The isomorphism problem for complete Pick algebras: a survey
Guy Salomon, Orr Shalit
TL;DR
The survey addresses the isomorphism problem for complete Pick algebras by showing irreducible complete Pick algebras are completely isometrically isomorphic to multiplier algebras M_V of varieties V inside the ball, via the Drury–Arveson framework. It develops a unified approach linking algebraic isomorphisms to multiplier biholomorphisms and ball automorphisms, clarifying when weak-* continuous, isometric, or completely isometric isomorphisms correspond to geometric equivalences. It highlights key results for finite/infinite dimensions, homogeneous varieties, and finite Riemann surfaces, and presents counterexamples illustrating the limits of biholomorphic invariance, while outlining open problems and directions for further research. The work synthesizes function theory, complex geometry, and operator algebra techniques to illuminate how algebraic structure encodes and reflects the geometry of the underlying varieties, with implications for operator-algebraic geometry and interpolation theory.
Abstract
Complete Pick algebras - these are, roughly, the multiplier algebras in which Pick's interpolation theorem holds true - have been the focus of much research in the last twenty years or so.
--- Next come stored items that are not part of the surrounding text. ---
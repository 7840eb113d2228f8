package report

import (
	"fmt"
	"strings"

	"github.com/riskaudit/riskaudit/meta"
	"github.com/riskaudit/riskaudit/validate"
)

// clusters writes the section on the validation across clusters: how the
// measures were pooled, one plain sentence per measure on what to expect
// in a new cluster, the per-cluster and pooled tables and the forest
// plots.
func (r *renderer) clusters() {
	c := r.a.Clusters
	if c == nil {
		return
	}
	col := code(c.Column)
	r.p("## Across %s\n\n", col)
	tau := map[meta.Tau2Method]string{meta.REML: "restricted maximum likelihood", meta.DL: "the DerSimonian–Laird method", meta.PM: "the Paule–Mandel method"}[c.Tau2Method]
	ci := map[meta.CIMethod]string{meta.HKSJ: "Hartung–Knapp–Sidik–Jonkman intervals", meta.Wald: "Wald intervals"}[c.CIMethod]
	r.p("The model was measured in each of the %d values of %s, and each measure was pooled across them by random-effects meta-analysis "+
		"(the AUC on the logit scale, O/E on the log scale; between-%s variance τ² by %s; %s). "+
		"The pooled estimate is the average performance; the 95%% prediction interval is where the true performance in a new %s is expected to lie, "+
		"which is what matters when the model is used in a place it has not been measured (Riley, Higgins & Deeks 2011). "+
		"A value of %s with fewer than %d events or non-events is shown but not pooled.",
		len(c.PerCluster), col, col, tau, ci, col, col, c.MinEvents)
	if c.MissingCluster > 0 {
		r.p(" %d audited patients have no value of %s: they are in the overall measures, not here.", c.MissingCluster, col)
	}
	if im := r.a.Imputation; im != nil {
		r.p(" With the %d imputations, each measure was first pooled within each value of %s across the imputations by Rubin's rules; "+
			"those pooled values, with their total variances, are what the meta-analysis pooled.", im.M, col)
	}
	r.p("\n\n")
	b := c.Bounds
	for _, m := range []struct {
		name, format string
		pm           validate.PooledMeasure
		good         string
	}{
		{"the C-statistic", "%.3f", c.Pooled.AUC, fmt.Sprintf("above %g", b.AUCMin)},
		{"O/E", "%.2f", c.Pooled.OE, fmt.Sprintf("between %g and %g", b.OELow, b.OEHigh)},
		{"calibration-in-the-large", "%.2f", c.Pooled.CITL, ""},
		{"the calibration slope", "%.2f", c.Pooled.Slope, fmt.Sprintf("between %g and %g", b.SlopeLow, b.SlopeHigh)},
	} {
		r.p("- %s\n", clusterSentence(m.name, m.format, m.pm, col, m.good))
	}
	r.p("\nEach chance is for one measure on its own, not for all of them at once; with few clusters every interval is wide, and a prediction interval needs at least 3.\n\n")
	t := table{head: []string{col, "patients", "events", "AUC (SE)", "O/E (95% CI)", "CITL (SE)", "slope (SE)", "not pooled"}}
	se := func(v, s float64, f string) string { return fmt.Sprintf("%s (%s)", num(v, f), num(s, f)) }
	for _, g := range c.PerCluster {
		var left []string
		for _, e := range g.Excluded {
			left = append(left, e.Measure+": "+e.Reason)
		}
		t.add(code(g.Cluster), fmt.Sprint(g.N), fmt.Sprint(g.Events), se(g.AUC, g.AUCSE, "%.3f"),
			fmt.Sprintf("%s (%s)", num(g.OE, "%.2f"), Interval(g.OECI, "%.2f", "")), se(g.CITL, g.CITLSE, "%.2f"), se(g.Slope, g.SlopeSE, "%.2f"), Escape(collapse(left)))
	}
	t.write(r.w)
	pt := table{head: []string{"measure", "clusters pooled", "pooled (95% CI)", "95% prediction interval", "τ²", "I²", "acceptable", "chance in a new " + col}}
	for _, m := range []struct {
		name, format string
		pm           validate.PooledMeasure
	}{{"AUC", "%.3f", c.Pooled.AUC}, {"O/E", "%.2f", c.Pooled.OE}, {"CITL", "%.2f", c.Pooled.CITL}, {"slope", "%.2f", c.Pooled.Slope}} {
		chance := "—"
		if m.pm.ProbAcceptable != nil {
			chance = pct(*m.pm.ProbAcceptable)
		}
		pt.add(m.name, fmt.Sprint(m.pm.K), fmt.Sprintf("%s (%s)", num(m.pm.Estimate, m.format), Interval(m.pm.CI, m.format, "")),
			Interval(m.pm.PredictionInterval, m.format, ""), num(m.pm.Tau2, "%.4f"), pct(m.pm.I2), Escape(orDash(m.pm.Acceptable)), chance)
	}
	pt.write(r.w)
	for _, f := range []string{"clusters_auc.svg", "clusters_oe.svg", "clusters_citl.svg", "clusters_slope.svg"} {
		r.figure(f)
	}
}

// clusterSentence says in plain words what a pooled measure means for a
// new cluster.
func clusterSentence(name, format string, pm validate.PooledMeasure, col, good string) string {
	if !finite(pm.Estimate) {
		return fmt.Sprintf("%s is not pooled: %s.", capital(name), strings.TrimPrefix(pm.Note, "not pooled: "))
	}
	s := fmt.Sprintf("%s averages %s across %d values of %s (95%% CI %s)", capital(name), num(pm.Estimate, format), pm.K, col, Interval(pm.CI, format, ""))
	if !finite(pm.PredictionInterval[0]) {
		return s + "; with fewer than 3 of them there is no prediction interval for a new one."
	}
	s += fmt.Sprintf("; in a new %s it is expected between %s and %s", col, num(pm.PredictionInterval[0], format), num(pm.PredictionInterval[1], format))
	if pm.ProbAcceptable != nil && good != "" {
		s += fmt.Sprintf(", and the chance that it is %s there is %s", good, pct(*pm.ProbAcceptable))
	}
	return s + "."
}

func capital(s string) string {
	if s == "" {
		return s
	}
	return strings.ToUpper(s[:1]) + s[1:]
}

func collapse(s []string) string {
	if len(s) == 0 {
		return ""
	}
	// The four measures often share one reason: say it once.
	same := true
	reason := func(x string) string { _, r, _ := strings.Cut(x, ": "); return r }
	for _, x := range s {
		same = same && reason(x) == reason(s[0])
	}
	if same && len(s) == 4 {
		return "all measures: " + reason(s[0])
	}
	return strings.Join(s, "; ")
}

func orDash(s string) string {
	if s == "" {
		return "—"
	}
	return s
}
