// Package report writes an audit as Markdown that reads well both as
// plain text and rendered: the summary first, then one section per area,
// each figure with its interval and a plain sentence of what it means,
// then the methods, the provenance and the caution.
package report

import (
	"fmt"
	"io"
	"maps"
	"math"
	"path/filepath"
	"slices"
	"strings"

	"github.com/riskaudit/riskaudit/metrics"
	"github.com/riskaudit/riskaudit/model"
	"github.com/riskaudit/riskaudit/plots"
	"github.com/riskaudit/riskaudit/validate"
)

// Escape makes user text (names, paths, values) literal in Markdown: the
// characters that start emphasis, links, code, headings, tables or HTML
// are preceded by a backslash, and line ends become spaces.
func Escape(s string) string {
	var b strings.Builder
	for _, r := range s {
		switch r {
		case '\\', '`', '*', '_', '{', '}', '[', ']', '<', '>', '#', '|', '~', '!', '$', '&':
			b.WriteByte('\\')
			b.WriteRune(r)
		case '\n', '\r':
			b.WriteByte(' ')
		default:
			b.WriteRune(r)
		}
	}
	return b.String()
}

// Write renders the audit. figures are the SVG files beside the report.
func Write(w io.Writer, a *validate.Audit, figures []plots.Figure) error {
	ew := &errWriter{w: w}
	r := &renderer{w: ew, a: a, figs: map[string]plots.Figure{}}
	for _, f := range figures {
		r.figs[f.Name] = f
	}
	r.header()
	r.purpose()
	r.verdict()
	r.summary()
	r.cohort()
	r.imputed()
	r.discrimination()
	r.calibration()
	r.overall()
	r.usefulness()
	r.sampleSize()
	r.subgroups()
	r.clusters()
	r.overTime()
	r.caseMix()
	r.update()
	r.development()
	r.fit()
	r.internal()
	r.methods()
	r.provenance()
	r.caution()
	r.tripod()
	return ew.err
}

type errWriter struct {
	w   io.Writer
	err error
}

func (e *errWriter) Write(p []byte) (int, error) {
	if e.err != nil {
		return 0, e.err
	}
	n, err := e.w.Write(p)
	e.err = err
	return n, err
}

type renderer struct {
	w    *errWriter
	a    *validate.Audit
	figs map[string]plots.Figure
}

func (r *renderer) p(format string, args ...any) { fmt.Fprintf(r.w, format, args...) }

func (r *renderer) figure(name string) {
	if f, ok := r.figs[name]; ok {
		r.p("![%s](%s)\n\n", f.Title, f.Name)
	}
}

func (r *renderer) header() {
	a := r.a
	r.p("# Model audit: %s\n\n", Escape(a.Model.Name))
	what := "the frozen model " + code(a.Model.Spec)
	if fm := a.Model.FittedModel; fm != nil {
		what = "the recipe " + code(a.Model.Spec) + " as fitted in this audit"
		if dev := a.Development; dev != nil && dev.File != "" {
			what += " on " + code(dev.File)
		}
		what += " (written as " + code(filepath.Base(fm.Path)) + ")"
	}
	if a.Model.Source == "predicted risks" {
		what = "the predicted risks in column " + code(a.Model.Column)
		if a.Model.PredictedPercent {
			what += " (percentages, each divided by 100)"
		}
	}
	cohortFile := ""
	for _, in := range a.Provenance.Inputs {
		if in.Role == "cohort" {
			cohortFile = in.FileText()
		}
	}
	r.p("Audit of %s on the cohort %s, outcome %s = %s. Made %s by %s. %s\n\n",
		what, code(cohortFile), code(a.Model.Outcome), code(a.Model.Event), a.Provenance.StartedAt, Escape(a.Provenance.Tool), auditDateLine(a.Provenance))
	if l := cohortOutcomeLine(a.Model.CohortOutcome, false); l != "" {
		r.p("%s\n\n", l)
	}
	if a.CohortIsDevelopment {
		r.p("No new cohort was given: the measures below are the model's apparent performance on its development data, and the internal validation says how optimistic they are.\n\n")
	}
}

// cohortOutcomeLine says, in Markdown, for an audit (models false) or a
// comparison of models told that the cohort codes the outcome otherwise,
// which column and values were read and what the model names; "" when
// the cohort uses the model's own codes.
func cohortOutcomeLine(co *validate.CohortOutcome, models bool) string {
	if co == nil {
		return ""
	}
	nonEvent := func(v string) string {
		if v == "" {
			return "any other value a non-event"
		}
		return "non-event " + code(v)
	}
	whose, same := "model's", "the model, its SHA-256 and its coefficients are"
	if models {
		whose, same = "models'", "the models, their SHA-256 and their coefficients are"
	}
	return fmt.Sprintf("The cohort's outcome was read from column %s with event value %s (%s) instead of the %s %s = %s (%s), as this cohort was said to code it; %s unchanged.",
		code(co.Column), code(co.Event), nonEvent(co.NonEvent), whose, code(co.ModelColumn), code(co.ModelEvent), nonEvent(co.ModelNonEvent), same)
}

func (r *renderer) fit() {
	d := r.a.Development
	if d == nil || d.Fit == nil {
		return
	}
	st := d.Fit.FitStats
	if len(st.Terms) == 0 {
		return
	}
	r.p("## Model fit on the development data\n\n")
	if r.a.Internal != nil && r.a.Internal.Refitted {
		r.p("The frozen model's terms were refitted as a recipe on %s, since the bootstrap needs a recipe to refit; the fit and the internal validation below describe that refitted model.\n\n", code(d.File))
	} else {
		r.p("The recipe was fitted on %s by %s (%d Newton steps).\n\n", code(d.File), st.Method, st.Iterations)
	}
	t := table{head: []string{"term", "coefficient", "SE", "z", "p", "odds ratio", "95% CI"}}
	for _, term := range st.Terms {
		f3 := func(v float64) string { return num(v, "%.3f") }
		or, ci := OddsRatio(term.OddsRatio, term.Coef, f3),
			OddsRatioEnd(term.ORCI[0], term.CoefCI[0], f3)+" to "+OddsRatioEnd(term.ORCI[1], term.CoefCI[1], f3)
		if term.Term == model.InterceptTerm {
			or, ci = "—", "—"
		}
		t.add(code(term.Term), num(term.Coef, "%.4f"), num(term.SE, "%.4f"), num(term.Z, "%.2f"), FormatFitP(term.P), or, ci)
	}
	t.write(r.w)
	r.p("%s\n\n", InterceptNote)
	if notes := UnitNotes(st.Terms); len(notes) > 0 {
		r.p("Odds ratios are per one unit of the column except:\n\n")
		for _, n := range notes {
			r.p("- %s\n", Escape(n))
		}
		r.p("\n")
	}
	if st.PMethod == model.PPenalisedLR {
		r.p("The p-values are %s tests, each refitting the model with that coefficient held at 0, and the intervals are %s; SE and z are Wald.\n\n", model.PPenalisedLR, model.CIProfilePenalised)
	}
	t = table{head: []string{"statistic", "value"}}
	t.add("rows used (events)", fmt.Sprintf("%d (%d)", st.N, st.Events))
	t.add("−2 log-likelihood", fmt.Sprintf("%s (intercept only %s)", num(st.Neg2LL, "%.3f"), num(st.NullNeg2LL, "%.3f")))
	t.add("likelihood-ratio χ²", fmt.Sprintf("%s on %d df, p %s", num(st.LRChi2, "%.3f"), st.LRDF, FormatP(st.LRP)))
	t.add("AIC / BIC", fmt.Sprintf("%s / %s", num(st.AIC, "%.3f"), num(st.BIC, "%.3f")))
	t.add("Nagelkerke R²", num(st.NagelkerkeR2, "%.4f"))
	t.add("Hosmer–Lemeshow", hlText(st.HL, 3))
	t.write(r.w)
}

func (r *renderer) internal() {
	in := r.a.Internal
	if in == nil {
		return
	}
	r.p("## Internal validation\n\n")
	r.p("Optimism-corrected bootstrap (Efron 1983; Harrell, Lee & Mark 1996): %d samples of the development rows drawn with replacement (seed %d), the recipe refitted on each, and every measure taken on the sample and on the original rows; the optimism is the mean difference, and the corrected figure is the apparent one less the optimism. %d replicates failed to fit and were left out",
		in.Bootstrap, in.Seed, in.Failed)
	if len(in.Reasons) > 0 {
		var parts []string
		for _, k := range slices.Sorted(maps.Keys(in.Reasons)) {
			parts = append(parts, fmt.Sprintf("%s: %d", k, in.Reasons[k]))
		}
		r.p(" (%s)", strings.Join(parts, "; "))
	}
	r.p(".\n\n")
	if in.Warning != "" {
		r.p("**%s**\n\n", in.Warning)
	}
	m := in.Metrics
	t := table{head: []string{"measure", "apparent", "optimism", "corrected", "what the corrected figure means"}}
	add := func(name, key string, c validate.Corrected, meaning string) {
		f := validate.MeasureFormat(key)
		t.add(name, num(c.Apparent, f), signed(c.Optimism, "%+"+f[1:]), num(c.Corrected, f), meaning)
	}
	add("AUC", "auc", m.AUC, "discrimination to expect in new patients from the same population")
	add("calibration slope", "slope", m.Slope, "the uniform shrinkage factor")
	add("calibration-in-the-large", "citl", m.CITL, "average miscalibration to expect")
	add("Brier score", "brier", m.Brier, "")
	add("scaled Brier score", "scaled_brier", m.ScaledBrier, "")
	add("Nagelkerke R²", "nagelkerke_r2", m.R2, "")
	add("ICI", "ici", m.ICI, fmt.Sprintf("LOWESS with δ = %g of the risk range, here and in every replicate", in.ICIDelta))
	t.write(r.w)
	r.p("The apparent ICI here is measured with LOWESS δ = %g of the risk range, the δ every replicate uses so that the optimism compares like with like; it can therefore differ slightly from the development data's ICI elsewhere in this report, which uses the default δ of the flexible calibration curve (see Methods).\n\n", in.ICIDelta)
	r.p("The shrinkage factor %s multiplies every coefficient of a shrunken model, whose intercept is then re-estimated (Van Houwelingen & le Cessie 1990)", num(in.Shrinkage, "%.3f"))
	if in.ShrunkenModel != "" {
		r.p("; it was written to %s", code(in.ShrunkenModel))
	}
	r.p(".\n\n")
}

// code quotes user text as inline code, choosing a fence longer than any
// run of backticks inside it.
func code(s string) string {
	fence := "`"
	for strings.Contains(s, fence) {
		fence += "`"
	}
	pad := ""
	if strings.HasPrefix(s, "`") || strings.HasSuffix(s, "`") {
		pad = " "
	}
	s = strings.NewReplacer("\n", " ", "\r", " ").Replace(s)
	return fence + pad + s + pad + fence
}

func (r *renderer) verdict() {
	v := r.a.Verdict
	if v == nil {
		return
	}
	failed := 0
	for _, c := range v.Criteria {
		if !c.Passed {
			failed++
		}
	}
	word := map[string]string{"pass": "PASS — every criterion is met", "review": "REVIEW — only review criteria are not met",
		"fail": "FAIL — at least one criterion is not met"}[v.Status]
	if n := v.CountSubgroups(); n.Checks > 0 {
		word = map[string]string{"pass": "PASS — every criterion is met, overall and in every subgroup judged",
			"review": "REVIEW — only review criteria, or subgroup checks counted as review, are not met",
			"fail":   "FAIL — at least one criterion is not met"}[v.Status]
		if v.Status == "pass" && n.Failed > 0 {
			word = "PASS — every criterion is met overall; the subgroup checks not met are not counted (subgroup criteria: ignore)"
		}
	}
	r.p("**Verdict: %s** (%d of %d criteria not met%s).\n\n", word, failed, len(v.Criteria), subgroupCounts(v, "; "))
	t := table{head: []string{"criterion", "bound", "value", "result", "severity"}}
	for _, c := range v.Criteria {
		val := validate.FormatMeasure(c.Measure, c.Value)
		if c.Interval != nil {
			val = measureInterval(c.Measure, *c.Interval)
		}
		if c.AtThreshold != nil && c.Note == "" {
			val += fmt.Sprintf(" (least, at threshold %g)", *c.AtThreshold)
		}
		res := "met"
		switch {
		case c.Note == validate.NoThresholdInRange:
			res = "**not met** (cannot be judged: no decision-curve threshold in the range)"
		case c.Note != "" && validate.IsPooledMeasure(c.Measure) && r.a.Clusters != nil:
			res = "**not met** (cannot be judged: " + validate.PooledReason(&r.a.Clusters.Pooled, c.Measure) + ")"
		case c.Note != "":
			res = "**not met** (cannot be judged: not estimable)"
		case !c.Passed:
			res = "**not met**"
		}
		t.add(code(c.Measure), c.Bound, val, res, c.Severity)
	}
	r.subgroupVerdictRows(&t)
	t.write(r.w)
	r.subgroupVerdictNote()
	r.p("Sources of the bounds:\n\n")
	for _, c := range v.Criteria {
		if c.Source != "" {
			r.p("- %s: %s\n", code(c.Measure), Escape(c.Source))
		}
	}
	r.p("\n")
}

func (r *renderer) summary() {
	r.p("## Summary\n\n")
	for _, f := range r.a.Summary {
		r.p("- **%s.** %s\n", capitalise(f.Area), f.Text)
	}
	r.p("\n> %s\n\n", validate.Caution)
}

func capitalise(s string) string {
	if s == "" {
		return s
	}
	return strings.ToUpper(s[:1]) + s[1:]
}

func (r *renderer) cohort() {
	c := r.a.Cohort
	r.p("## Cohort\n\n")
	t := table{head: []string{"", "count"}}
	t.add("rows read", fmt.Sprint(c.Rows))
	used := "rows used (complete cases)"
	if r.a.Imputation != nil {
		used = "rows used (each completed dataset)" // completed: no row is left out
	}
	t.add(used, fmt.Sprint(c.Used))
	t.add("rows left out for missing values", fmt.Sprint(c.Excluded))
	for _, e := range c.ExcludedByColumn {
		t.add("  missing "+code(e.Column), fmt.Sprint(e.Rows))
	}
	t.add("events", fmt.Sprintf("%d (%.1f%%)", c.Events, 100*c.EventRate))
	t.add("mean predicted risk", fmt.Sprintf("%.1f%%", 100*c.MeanRisk))
	t.write(r.w)
	if c.Clamped > 0 {
		r.p("%d predicted risks below %g or above 1 − %g (such as risks of exactly 0 or 1) were clamped to that range before taking their logit for the calibration fits.\n\n", c.Clamped, c.Epsilon, c.Epsilon)
	}
}
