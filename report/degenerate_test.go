package report

import (
	"bytes"
	"math"
	"strings"
	"testing"

	"github.com/riskaudit/riskaudit/history"
	"github.com/riskaudit/riskaudit/metrics"
	"github.com/riskaudit/riskaudit/model"
	"github.com/riskaudit/riskaudit/trend"
	"github.com/riskaudit/riskaudit/validate"
)

// noNonNumbers fails when text shows a number that does not exist.
func noNonNumbers(t *testing.T, what, text string) {
	t.Helper()
	for _, bad := range []string{"NaN", "Inf", "9223372036854775808"} {
		if i := strings.Index(text, bad); i >= 0 {
			t.Errorf("%s shows %q: …%s…", what, bad, text[max(0, i-100):min(len(text), i+40)])
		}
	}
}

// TestNoNonNumbersInText fills every number of an audit that the data
// can leave undefined with NaN or ±Inf — the measures, their intervals,
// the verdict, the development data, the fit, the internal validation,
// the bootstrap intervals, the updating and the subgroups — and checks
// that the report and the summary write them as words ("not estimable",
// ∞), never as "NaN" or "Inf"; likewise the comparison and the trend.
func TestNoNonNumbersInText(t *testing.T) {
	nan, inf := math.NaN(), math.Inf(1)
	nn := [2]float64{nan, nan}
	perf, err := validate.Assess([]float64{0, 1, 0, 1, 1, 0}, []float64{0.1, 0.8, 0.3, 0.6, 0.9, 0.2}, validate.Options{})
	if err != nil {
		t.Fatal(err)
	}
	d, c, o := &perf.Discrimination, &perf.Calibration, &perf.Overall
	d.AUC, d.SE, d.CI, d.LogitCI = nan, nan, nn, nn
	c.CITL, c.CITLSE, c.CITLCI, c.Slope, c.SlopeSE, c.SlopeCI = nan, nan, nn, nan, nan, nn
	c.OE, c.OECI, c.ICI, c.E50, c.E90, c.Emax = inf, [2]float64{nan, inf}, nan, nan, nan, nan
	c.HL.Statistic, c.HL.P = inf, nan
	o.Brier, o.ScaledBrier = nan, math.Inf(-1)
	for i := range perf.NetBenefit {
		perf.NetBenefit[i].Model, perf.NetBenefit[i].TreatAll = nan, nan
	}
	a := validate.NewAudit(validate.ModelInfo{Name: "m"}, validate.Provenance{}, perf, perf, "dev.csv")
	v, err := validate.Judge(perf, validate.DefaultCriteria())
	if err != nil {
		t.Fatal(err)
	}
	a.Verdict = v
	a.Development.Fit = &model.FitReport{FitStats: model.FitStats{
		Terms:  []model.TermStat{{Term: "x", Coef: inf, SE: nan, Z: nan, P: nan, OddsRatio: inf, ORCI: [2]float64{nan, inf}}},
		Neg2LL: nan, NullNeg2LL: nan, LRChi2: nan, LRP: nan, AIC: nan, BIC: inf, NagelkerkeR2: nan,
		HL: metrics.HosmerLemeshowTest{Statistic: nan, P: nan, Groups: 1}}}
	corr := validate.Corrected{Apparent: nan, Optimism: nan, Corrected: nan}
	a.SetInternal(&validate.Internal{Bootstrap: 10, Failed: 10, Shrinkage: nan, Metrics: validate.InternalMetrics{AUC: corr, Slope: corr, CITL: corr, Brier: corr, ScaledBrier: corr, R2: corr, ICI: corr}})
	a.BootstrapCI = &validate.PercentileCIs{Replicates: 10, ICI: nn, E50: nn, E90: nn, ScaledBrier: nn}
	for _, nb := range perf.NetBenefit {
		a.BootstrapCI.NetBenefit = append(a.BootstrapCI.NetBenefit, validate.ThresholdCI{Threshold: nb.Threshold, CI: nn})
	}
	a.Update = &validate.Update{Steps: []validate.UpdateStep{{Method: "revision", Neg2LL: nan, AIC: inf}},
		Tests: []validate.UpdateTest{{Simpler: "recalibration", LRChi2: nan, P: nan}}, Chosen: "none",
		Expected: &validate.InternalMetrics{AUC: corr, Slope: corr, CITL: corr, Brier: corr}}
	auc := 0.7
	a.Subgroups = []validate.Subgroup{{Column: "site", Level: "a", N: 50, Events: 20, AUC: &auc, AUCCI: &nn, OE: &c.OE, OECI: &c.OECI}}
	var b bytes.Buffer
	if err := Write(&b, a, nil); err != nil {
		t.Fatal(err)
	}
	md := b.String()
	noNonNumbers(t, "report.md", md)
	for _, want := range []string{"not estimable", "∞", "cannot be judged: not estimable", "not computable (1 group"} {
		if !strings.Contains(md, want) {
			t.Errorf("report.md lacks %q", want)
		}
	}
	b.Reset()
	if err := WriteSummary(&b, a, "out", 4); err != nil {
		t.Fatal(err)
	}
	noNonNumbers(t, "the summary", b.String())
	if !strings.Contains(b.String(), "AUC         not estimable") {
		t.Errorf("summary:\n%s", b.String())
	}

	cmp := &validate.Comparison{ModelA: "a", ModelB: "b"}
	cmp.DeLong = metrics.PairedDeLong{AUCA: nan, AUCB: nan, Difference: nan, DifferenceSE: nan, DifferenceCI: nn, Z: nan, P: nan, Correlation: nan}
	cmp.Brier.A, cmp.Brier.B, cmp.Brier.Difference, cmp.Brier.DifferenceCI = nan, nan, nan, nn
	cmp.NetBenefit = []validate.NetBenefitPair{{Threshold: 0.1, A: nan, B: nan, TreatAll: nan}}
	b.Reset()
	if err := WriteComparison(&b, cmp, "d.svg"); err != nil {
		t.Fatal(err)
	}
	noNonNumbers(t, "compare.md", b.String())

	tr, err := trend.Build([]history.Record{{AuditDate: "2026-01-31", Expected: 50, AUC: [3]float64{nan, nan, nan}, OE: [3]float64{1, nan, nan},
		Slope: [3]float64{nan, nan, nan}, CITL: [3]float64{nan, nan, nan}}})
	if err != nil {
		t.Fatal(err)
	}
	b.Reset()
	if err := WriteTrend(&b, tr, "h.sqlite", nil); err != nil {
		t.Fatal(err)
	}
	noNonNumbers(t, "trend.md", b.String())
}
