package report

import (
	"fmt"
	"io"

	"github.com/riskaudit/riskaudit/validate"
)

// WriteComparison renders a comparison of two models as Markdown; figure
// is the file name of the decision-curve figure beside it.
func WriteComparison(w io.Writer, c *validate.Comparison, figure string) error {
	ew := &errWriter{w: w}
	p := func(format string, args ...any) { fmt.Fprintf(ew, format, args...) }
	d := c.DeLong
	p("# Model comparison: %s against %s\n\n", Escape(c.ModelA), Escape(c.ModelB))
	p("On the %d patients of %s with every value both models need (%d events). Made by %s.\n\n", c.Used, Escape(c.Cohort), c.Events, c.Tool)
	better := "a"
	if d.Difference < 0 {
		better = "b"
	}
	verdict := fmt.Sprintf("The AUCs differ by %s (a − b; 95%% CI %s; z = %s, p %s): ", f4(d.Difference), Interval(d.DifferenceCI, "%.4f", ""), num(d.Z, "%.2f"), FormatP(d.P))
	switch {
	case !finite(d.DifferenceCI[0]) || !finite(d.DifferenceCI[1]):
		verdict += "the difference's interval is not estimable, so whether either discriminates better cannot be judged."
	case d.DifferenceCI[0] > 0 || d.DifferenceCI[1] < 0:
		verdict += fmt.Sprintf("model %s discriminates better, beyond chance.", better)
	default:
		verdict += "no evidence that either discriminates better."
	}
	p("## Discrimination\n\n%s\n\n", verdict)
	p("| | AUC |\n|---|---|\n| a: %s | %s |\n| b: %s | %s |\n\n", Escape(c.ModelA), f4(d.AUCA), Escape(c.ModelB), f4(d.AUCB))
	p("Paired DeLong test (DeLong, DeLong & Clarke-Pearson 1988): the variance of the difference uses the covariance of the two models' structural components over the same patients (correlation of the two AUCs %s).\n\n", f3(d.Correlation))
	b := c.Brier
	p("## Overall accuracy\n\nBrier score a %s, b %s; difference a − b %s, 95%% bootstrap percentile interval %s (%d replicates, seed %d). A negative difference favours a.\n\n",
		f4(b.A), f4(b.B), f4(b.Difference), Interval(b.DifferenceCI, "%.4f", ""), b.Replicates, b.Seed)
	p("## Clinical usefulness\n\n| threshold | net benefit a | net benefit b | treat everyone |\n|---|---|---|---|\n")
	for _, nb := range c.NetBenefit {
		p("| %.1f%% | %s | %s | %s |\n", 100*nb.Threshold, f4(nb.A), f4(nb.B), f4(nb.TreatAll))
	}
	p("\n![Decision curves of both models](%s)\n\n## Caution\n\n%s\n", figure, c.Caution)
	return ew.err
}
All (irreducible) complete Pick algebras may be realized concretely as the algebras obtained by restricting multipliers on Drury-Arveson space to a subvariety of the unit ball; to be precise: every irreducible complete Pick algebra has the form $M_V = \{f|_V : f \in M_d\}$, where $M_d$ denotes the multiplier algebra of the Drury-Arveson space $H^2_d$, and $V$ is the joint zero set of some functions in $M_d$. In recent years several works were devoted to the classification of complete Pick algebras in terms of the complex geometry of the varieties with which they are associated. The purpose of this survey is to give an account of this research in a comprehensive and unified way. We describe the array of tools and methods that were developed for this program, and take the opportunity to clarify, improve, and correct some parts of the literature.